Return each line of the data below that contains the string "Extra".
Top of RECORDS TO PROCESS
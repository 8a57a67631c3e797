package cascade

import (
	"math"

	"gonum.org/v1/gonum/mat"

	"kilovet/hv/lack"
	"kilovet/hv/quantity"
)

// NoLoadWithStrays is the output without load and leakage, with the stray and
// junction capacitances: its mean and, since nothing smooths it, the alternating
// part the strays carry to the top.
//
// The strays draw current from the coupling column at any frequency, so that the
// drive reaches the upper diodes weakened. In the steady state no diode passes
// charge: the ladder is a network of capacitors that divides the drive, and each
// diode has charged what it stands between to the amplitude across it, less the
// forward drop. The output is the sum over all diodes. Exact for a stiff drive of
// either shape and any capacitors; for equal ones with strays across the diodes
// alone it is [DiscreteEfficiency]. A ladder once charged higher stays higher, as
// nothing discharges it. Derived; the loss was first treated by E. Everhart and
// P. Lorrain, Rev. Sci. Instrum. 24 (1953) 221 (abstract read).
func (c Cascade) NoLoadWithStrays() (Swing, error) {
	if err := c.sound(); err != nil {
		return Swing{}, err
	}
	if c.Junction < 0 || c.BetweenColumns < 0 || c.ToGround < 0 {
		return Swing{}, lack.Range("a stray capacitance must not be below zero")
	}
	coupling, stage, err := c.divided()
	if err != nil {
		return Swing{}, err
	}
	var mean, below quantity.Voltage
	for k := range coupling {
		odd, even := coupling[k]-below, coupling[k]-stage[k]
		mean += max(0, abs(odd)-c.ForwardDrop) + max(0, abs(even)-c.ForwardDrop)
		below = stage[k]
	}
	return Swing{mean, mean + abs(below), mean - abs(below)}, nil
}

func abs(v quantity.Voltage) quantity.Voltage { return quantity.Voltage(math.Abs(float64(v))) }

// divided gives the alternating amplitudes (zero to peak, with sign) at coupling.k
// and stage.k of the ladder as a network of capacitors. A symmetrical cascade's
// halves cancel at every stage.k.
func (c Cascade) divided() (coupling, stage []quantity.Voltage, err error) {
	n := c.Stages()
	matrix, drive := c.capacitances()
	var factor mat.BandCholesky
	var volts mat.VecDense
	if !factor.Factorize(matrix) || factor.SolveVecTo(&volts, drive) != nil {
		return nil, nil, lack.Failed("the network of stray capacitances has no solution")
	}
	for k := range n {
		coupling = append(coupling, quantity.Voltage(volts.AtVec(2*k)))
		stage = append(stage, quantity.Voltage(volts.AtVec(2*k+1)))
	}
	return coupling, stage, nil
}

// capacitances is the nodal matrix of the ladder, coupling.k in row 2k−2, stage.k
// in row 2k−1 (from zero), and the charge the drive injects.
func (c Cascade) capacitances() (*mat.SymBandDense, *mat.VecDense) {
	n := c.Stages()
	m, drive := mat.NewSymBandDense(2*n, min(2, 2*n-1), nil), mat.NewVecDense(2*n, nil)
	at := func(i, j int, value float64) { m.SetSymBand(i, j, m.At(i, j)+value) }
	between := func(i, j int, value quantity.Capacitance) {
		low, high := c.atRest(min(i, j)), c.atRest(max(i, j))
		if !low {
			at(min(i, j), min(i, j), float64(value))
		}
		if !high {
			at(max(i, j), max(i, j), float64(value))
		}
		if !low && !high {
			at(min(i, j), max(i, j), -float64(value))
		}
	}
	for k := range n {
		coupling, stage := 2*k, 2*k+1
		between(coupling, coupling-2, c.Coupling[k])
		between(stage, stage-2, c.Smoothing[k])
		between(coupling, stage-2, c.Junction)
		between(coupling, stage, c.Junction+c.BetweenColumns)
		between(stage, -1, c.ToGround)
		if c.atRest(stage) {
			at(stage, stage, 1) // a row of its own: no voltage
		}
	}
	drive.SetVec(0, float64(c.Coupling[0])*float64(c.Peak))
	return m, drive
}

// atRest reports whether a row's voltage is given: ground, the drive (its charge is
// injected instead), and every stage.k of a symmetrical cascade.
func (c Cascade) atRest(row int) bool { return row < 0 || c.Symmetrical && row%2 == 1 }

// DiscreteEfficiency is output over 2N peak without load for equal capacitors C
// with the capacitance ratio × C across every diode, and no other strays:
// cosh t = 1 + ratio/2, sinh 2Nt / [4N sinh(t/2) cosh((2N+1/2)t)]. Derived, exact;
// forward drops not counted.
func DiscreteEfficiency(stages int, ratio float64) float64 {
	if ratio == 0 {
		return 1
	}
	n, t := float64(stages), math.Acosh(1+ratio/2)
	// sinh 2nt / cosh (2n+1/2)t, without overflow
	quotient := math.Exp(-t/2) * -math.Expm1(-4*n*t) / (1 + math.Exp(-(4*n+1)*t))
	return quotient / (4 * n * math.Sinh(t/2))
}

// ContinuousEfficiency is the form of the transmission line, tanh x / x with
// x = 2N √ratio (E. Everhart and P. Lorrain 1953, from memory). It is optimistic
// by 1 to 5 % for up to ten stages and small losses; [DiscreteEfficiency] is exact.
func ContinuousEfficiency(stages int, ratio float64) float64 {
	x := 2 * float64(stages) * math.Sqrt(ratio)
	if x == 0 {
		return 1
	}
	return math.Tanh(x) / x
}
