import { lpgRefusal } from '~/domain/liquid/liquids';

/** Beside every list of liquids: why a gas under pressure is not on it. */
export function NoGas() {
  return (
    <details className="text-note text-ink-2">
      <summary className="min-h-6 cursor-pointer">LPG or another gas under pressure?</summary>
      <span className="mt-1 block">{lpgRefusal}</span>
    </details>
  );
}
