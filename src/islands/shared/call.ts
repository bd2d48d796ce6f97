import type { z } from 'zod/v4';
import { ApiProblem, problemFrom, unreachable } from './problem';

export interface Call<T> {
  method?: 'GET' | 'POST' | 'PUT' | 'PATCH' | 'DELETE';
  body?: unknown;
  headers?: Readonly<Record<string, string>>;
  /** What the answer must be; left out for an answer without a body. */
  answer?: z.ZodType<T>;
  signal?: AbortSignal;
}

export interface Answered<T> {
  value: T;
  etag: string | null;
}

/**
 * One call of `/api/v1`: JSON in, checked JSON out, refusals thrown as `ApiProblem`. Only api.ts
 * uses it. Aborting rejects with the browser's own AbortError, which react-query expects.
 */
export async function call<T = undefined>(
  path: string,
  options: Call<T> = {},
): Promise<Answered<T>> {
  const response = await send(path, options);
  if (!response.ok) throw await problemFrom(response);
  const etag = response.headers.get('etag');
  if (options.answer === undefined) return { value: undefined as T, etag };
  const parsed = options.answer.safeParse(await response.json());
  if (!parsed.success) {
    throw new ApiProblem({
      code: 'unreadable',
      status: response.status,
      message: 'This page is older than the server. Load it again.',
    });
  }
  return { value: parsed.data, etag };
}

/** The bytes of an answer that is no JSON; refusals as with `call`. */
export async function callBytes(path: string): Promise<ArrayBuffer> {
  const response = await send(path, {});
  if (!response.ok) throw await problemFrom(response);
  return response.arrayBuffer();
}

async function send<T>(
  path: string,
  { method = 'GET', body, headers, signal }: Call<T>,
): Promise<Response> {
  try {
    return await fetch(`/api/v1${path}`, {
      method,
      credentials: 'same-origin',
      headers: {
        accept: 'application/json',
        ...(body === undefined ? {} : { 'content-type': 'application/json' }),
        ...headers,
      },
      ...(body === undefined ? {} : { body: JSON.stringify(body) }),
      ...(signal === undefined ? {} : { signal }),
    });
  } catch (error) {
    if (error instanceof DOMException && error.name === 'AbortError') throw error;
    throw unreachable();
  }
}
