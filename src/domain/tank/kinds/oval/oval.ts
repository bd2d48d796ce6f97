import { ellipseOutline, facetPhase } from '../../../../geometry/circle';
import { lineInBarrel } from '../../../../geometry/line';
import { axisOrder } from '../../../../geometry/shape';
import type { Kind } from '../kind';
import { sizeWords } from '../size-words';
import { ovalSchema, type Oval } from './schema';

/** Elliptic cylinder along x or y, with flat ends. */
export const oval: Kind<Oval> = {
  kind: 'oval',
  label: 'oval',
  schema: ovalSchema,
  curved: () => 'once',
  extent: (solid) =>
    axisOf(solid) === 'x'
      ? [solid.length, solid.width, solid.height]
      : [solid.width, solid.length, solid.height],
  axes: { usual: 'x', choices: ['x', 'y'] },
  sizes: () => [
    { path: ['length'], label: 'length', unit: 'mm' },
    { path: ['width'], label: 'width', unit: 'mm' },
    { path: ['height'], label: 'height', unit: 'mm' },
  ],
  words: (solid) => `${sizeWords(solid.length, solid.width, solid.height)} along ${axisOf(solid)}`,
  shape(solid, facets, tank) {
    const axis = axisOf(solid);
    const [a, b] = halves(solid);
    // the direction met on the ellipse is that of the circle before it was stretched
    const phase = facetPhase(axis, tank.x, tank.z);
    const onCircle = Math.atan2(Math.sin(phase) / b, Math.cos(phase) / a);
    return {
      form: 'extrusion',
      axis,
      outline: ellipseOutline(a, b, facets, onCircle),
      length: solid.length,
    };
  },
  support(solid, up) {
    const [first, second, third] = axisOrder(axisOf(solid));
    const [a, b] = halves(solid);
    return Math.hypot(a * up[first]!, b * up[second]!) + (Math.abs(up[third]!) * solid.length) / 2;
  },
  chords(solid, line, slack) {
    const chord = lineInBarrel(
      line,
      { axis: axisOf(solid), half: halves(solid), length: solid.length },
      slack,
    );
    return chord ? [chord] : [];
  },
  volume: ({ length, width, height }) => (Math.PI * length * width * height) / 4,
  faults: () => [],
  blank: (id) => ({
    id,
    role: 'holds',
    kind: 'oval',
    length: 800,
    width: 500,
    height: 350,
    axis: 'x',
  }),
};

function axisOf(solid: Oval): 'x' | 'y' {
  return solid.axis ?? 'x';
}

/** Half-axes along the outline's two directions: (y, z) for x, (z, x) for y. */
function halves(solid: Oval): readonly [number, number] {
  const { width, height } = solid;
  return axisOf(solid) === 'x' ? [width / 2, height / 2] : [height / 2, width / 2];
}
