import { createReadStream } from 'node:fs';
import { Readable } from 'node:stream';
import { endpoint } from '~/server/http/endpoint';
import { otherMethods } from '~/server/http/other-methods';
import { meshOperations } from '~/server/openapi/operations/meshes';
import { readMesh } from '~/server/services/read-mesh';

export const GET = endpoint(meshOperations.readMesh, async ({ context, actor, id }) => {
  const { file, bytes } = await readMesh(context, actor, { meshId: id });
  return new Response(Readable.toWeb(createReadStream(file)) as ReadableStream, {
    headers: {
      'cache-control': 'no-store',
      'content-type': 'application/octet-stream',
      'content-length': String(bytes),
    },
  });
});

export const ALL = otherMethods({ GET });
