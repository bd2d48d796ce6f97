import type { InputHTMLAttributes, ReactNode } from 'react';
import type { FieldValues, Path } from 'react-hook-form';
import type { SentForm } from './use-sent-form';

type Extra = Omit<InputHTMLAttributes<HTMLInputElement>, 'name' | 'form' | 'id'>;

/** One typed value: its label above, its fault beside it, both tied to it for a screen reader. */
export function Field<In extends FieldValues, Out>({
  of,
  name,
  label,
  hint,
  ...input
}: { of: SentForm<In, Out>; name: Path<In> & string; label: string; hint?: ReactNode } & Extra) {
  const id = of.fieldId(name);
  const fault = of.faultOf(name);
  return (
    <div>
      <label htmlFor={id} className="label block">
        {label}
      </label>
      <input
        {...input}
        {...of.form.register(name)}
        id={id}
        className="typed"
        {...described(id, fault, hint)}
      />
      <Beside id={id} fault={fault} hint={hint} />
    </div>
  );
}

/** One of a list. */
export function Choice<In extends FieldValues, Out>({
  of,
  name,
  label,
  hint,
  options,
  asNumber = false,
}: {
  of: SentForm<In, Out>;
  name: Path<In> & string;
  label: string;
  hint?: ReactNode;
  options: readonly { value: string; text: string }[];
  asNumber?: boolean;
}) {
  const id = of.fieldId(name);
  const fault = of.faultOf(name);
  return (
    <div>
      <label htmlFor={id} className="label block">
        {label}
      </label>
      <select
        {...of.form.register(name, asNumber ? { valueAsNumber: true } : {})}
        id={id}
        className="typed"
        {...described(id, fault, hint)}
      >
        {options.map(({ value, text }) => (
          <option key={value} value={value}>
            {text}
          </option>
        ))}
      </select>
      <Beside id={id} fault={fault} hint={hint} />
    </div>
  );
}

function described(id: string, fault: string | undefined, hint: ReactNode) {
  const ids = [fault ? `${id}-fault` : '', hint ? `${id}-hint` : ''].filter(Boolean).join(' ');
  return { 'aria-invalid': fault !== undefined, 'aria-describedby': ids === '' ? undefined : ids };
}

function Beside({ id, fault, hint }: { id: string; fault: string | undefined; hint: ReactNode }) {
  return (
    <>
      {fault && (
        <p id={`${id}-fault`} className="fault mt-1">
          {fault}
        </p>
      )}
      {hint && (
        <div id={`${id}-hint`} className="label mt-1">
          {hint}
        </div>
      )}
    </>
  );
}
Bottom of RECORDS TO PROCESS
» **WRITTEN ANSWER**
type Extra = Omit<InputHTMLAttributes<HTMLInputElement>, 'name' | 'form' | 'id'>;
}: { of: SentForm<In, Out>; name: Path<In> & string; label: string; hint?: ReactNode } & Extra) {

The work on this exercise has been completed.